[LINK] tsunami risk to Sydney

Danny Yee danny at anatomy.usyd.edu.au
Fri Dec 1 18:11:57 AEDT 2006


Stewart Fist wrote:
> I've never heard any more about that claim, a few years ago, that a tsunami
> hit Sydney about a hundred years before the First Fleet arrived.  They
> claimed at the time that it threw very large boulders up on top of coastal
> cliffs -- so if it was that size, it would have taken out most of Sydney at
> a guess.
> 
> The story appears to have just disappeared, or been ignored.
> 
> I wonder whether the claim is generally accepted in the scientific
> community, or whether it was considered fallacious/ridiculous.
 
I had a quick look with Google Scholar and found what I think is the
paper that sparked the idea: "Geological Indicators of Large Tsunami
in Australia", E. A. Bryant and J. Nott, _Natural Hazards_ Volume 24
Number 3, November 2001.

The abstract to that is:
	Tsunami waves can produce four general categories of
	depositional and erosional signatures that differentiate them
	from storm waves. Combinations of items from these categories
	uniquely define the impact of palaeo-tsunami on the coastal
	landscape. The largest palaeo-tsunami waves in Australia
	swept sediment across the continental shelf and obtained flow
	depths of 1520 m at the coastline with velocities in excess of
	10 m -1. In New South Wales, along the cliffs of Jervis Bay,
	waves reachedelevations of more than 80 m above sea-level with
	evidence of flow depths in excess of 10 m. These waves swept 10
	km inland over the Shoalhaven delta. In northern Queensland,
	boulders more than 6 m in diameter and weighing 286 tonnes
	were tossed alongshore above cyclone storm wave limits inside
	the Great Barrier Reef. In Western Australia waves overrode
	and breached 60 m high hills up to 5 km inland. Shell debris
	and cobbles can be found within deposits mapped as dunes,
	30 km inland. The array of signatures provide directional
	information about the origin of the tsunami and, when combined
	with radiocarbon dating, indicate thatat least one and maybe
	two catastrophic events have occurred during the last 1000
	years along these three coasts. Only the West Australian coast
	hashistorically been affected by notable tsunami with maximum
	run-up elevations of 46 m. Palaeo-tsunami have been an order of
	magnitude greater than this. These palaeo-tsunami are produced
	most likely by large submarine slides on the continental
	slope or the impactof meteorites with the adjacent ocean.

And there's a followup about Western Australian coasts:
http://www.journals.uchicago.edu/cgi-bin/resolve?id=doi:10.1086/378485
	Along 2500 km of the Western Australian coast, prehistoric
	ephemeral marine inundations (storm surges or tsunamis)
	were much larger than those that occurred since European
	settlement. The evidence is in the form of shell and coral
	deposits atop 30-m-high headlands, sand deposits containing
	large boulders, shell and coral several kilometers inland,
	and fields of large imbricated boulders across shore
	platforms.
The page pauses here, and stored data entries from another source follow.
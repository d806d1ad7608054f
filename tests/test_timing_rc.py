"""The RC formulas against textbook figures and worked examples.

Sources: the one-time-constant figures (63.2 % charged, 36.8 % left) are
common practice, found in any electronics primer; the reference value is
math.exp(-1) from the standard library. The 555 timer check uses the
high and low times from the NE555 data sheet (Texas Instruments), quoted
from memory: t_high = 0.693 (RA + RB) C, t_low = 0.693 RB C.
"""

import math

import numpy as np
import pytest
from hypothesis import given
from hypothesis import strategies as st

from emu.timing import (charging_voltage, discharging_voltage, divider, time_constant,
                        time_to_charge, time_to_discharge)


def test_time_constant_is_r_times_c():
    # common practice: 100 kOhm and 10 uF give one second
    assert time_constant(100e3, 10e-6) == pytest.approx(1.0)
    assert time_constant(680, 470e-6) == pytest.approx(0.3196)


def test_one_tau_of_charging_reaches_63_2_percent():
    # common practice: 63.2 % of the final voltage after one time constant
    assert charging_voltage(10.0, 1.0, 1.0) == pytest.approx(6.32, abs=0.005)
    assert charging_voltage(1.0, 0.25, 0.25) == pytest.approx(1 - math.exp(-1))


def test_one_tau_of_discharging_leaves_36_8_percent():
    # common practice: 36.8 % of the starting voltage left after one time constant
    assert discharging_voltage(10.0, 2.0, 2.0) == pytest.approx(3.68, abs=0.005)
    assert discharging_voltage(1.0, 1.0, 1.0) == pytest.approx(math.exp(-1))


@pytest.mark.parametrize("taus, charged", [(2, 0.865), (3, 0.950), (5, 0.993)])
def test_charging_after_several_time_constants(taus, charged):
    # common practice: the table of 1 - e^-n every primer prints
    assert charging_voltage(1.0, taus * 0.1, 0.1) == pytest.approx(charged, abs=0.0005)


def test_555_timer_high_and_low_times():
    # NE555 data sheet (from memory): the capacitor swings between 1/3 and
    # 2/3 of the supply, charging through RA + RB, discharging through RB.
    ra, rb, c, supply = 1e3, 10e3, 10e-6, 9.0
    charging_tau = time_constant(ra + rb, c)
    t_high = time_to_charge(supply, 2 * supply / 3, charging_tau) - time_to_charge(supply, supply / 3, charging_tau)
    t_low = time_to_discharge(2 * supply / 3, supply / 3, time_constant(rb, c))
    assert t_high == pytest.approx(0.693 * (ra + rb) * c, rel=1e-3)
    assert t_low == pytest.approx(0.693 * rb * c, rel=1e-3)


def test_a_voltage_that_is_never_reached_takes_forever():
    assert time_to_charge(12.0, 12.0, 1.0) == math.inf
    assert time_to_charge(12.0, 15.0, 1.0) == math.inf
    assert time_to_discharge(3.0, 5.0, 1.0) == 0.0


def test_formulas_work_on_arrays_elementwise():
    finals = np.array([10.0, 5.0, 20.0])
    times = time_to_charge(finals, np.array([5.0, 6.0, 10.0]), 1.0)
    assert times[0] == pytest.approx(math.log(2))
    assert times[1] == math.inf
    assert times[2] == pytest.approx(math.log(2))


def test_divider_is_the_thevenin_equivalent():
    # common practice: a 100 ohm feed into a 400 ohm load from 10 V
    volts, ohms = divider(10.0, 100.0, 400.0)
    assert volts == pytest.approx(8.0)
    assert ohms == pytest.approx(80.0)


@given(final=st.floats(0.5, 100), fraction=st.floats(0.01, 0.99), tau=st.floats(1e-4, 10))
def test_time_to_charge_inverts_the_charging_curve(final, fraction, tau):
    t = time_to_charge(final, fraction * final, tau)
    assert charging_voltage(final, t, tau) == pytest.approx(fraction * final, rel=1e-9)


@given(start=st.floats(0.5, 100), fraction=st.floats(0.01, 0.99), tau=st.floats(1e-4, 10))
def test_time_to_discharge_inverts_the_discharging_curve(start, fraction, tau):
    t = time_to_discharge(start, fraction * start, tau)
    assert discharging_voltage(start, t, tau) == pytest.approx(fraction * start, rel=1e-9)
The size of transported boulders and the altitude
	of these deposits suggest that tsunamis were responsible,
	not large storm waves. The orientation of boulders reveals
	paleowave directions. Radiocarbon dating of the deposits
	suggest three very large tsunamis along this coast during
	the past millennium.

There have been a few responses:

Perhaps the most interesting is this PDF
http://www.tesag.jcu.edu.au/staff/jnott/abstracts/Tsunami%2520hypothesis%2520(MARGO).pdf
	The tsunami hypothesis proposes that prehistoric tsunamis may
	have been larger than historic ones along coasts normally
	(historically) not associated with major tsunamis. The
	evidence for the hypothesis rests with the types of unusual
	sedimentary deposits and erosional forms along coasts where
	the largest historic and prehistoric storm waves do not appear
	capable of forming the features. This is especially the case
	at locations where boundary conditions, i.e. offshore water
	depth, coastal geomorphology and meteorological limitations,
	are not conducive to the propagation of sufficiently large
	storm waves at the shore. The tsunami hypothesis has been
	barely debated in the literature. This is despite the view
	of some, who suggest that storms have been overlooked, or
	underestimated, as a cause. Few comparisons have been made
	of the supposed tsunami generated features and the impacts on
	coasts of extreme intensity storms. Four of the most powerful
	tropical cyclones anywhere in the world in recent times struck
	the Western Australian coast between 1999 and 2002. The results
	of post-event surveys of these storms showed that none of them
	produced the enigmatic forms attributed elsewhere to tsunamis.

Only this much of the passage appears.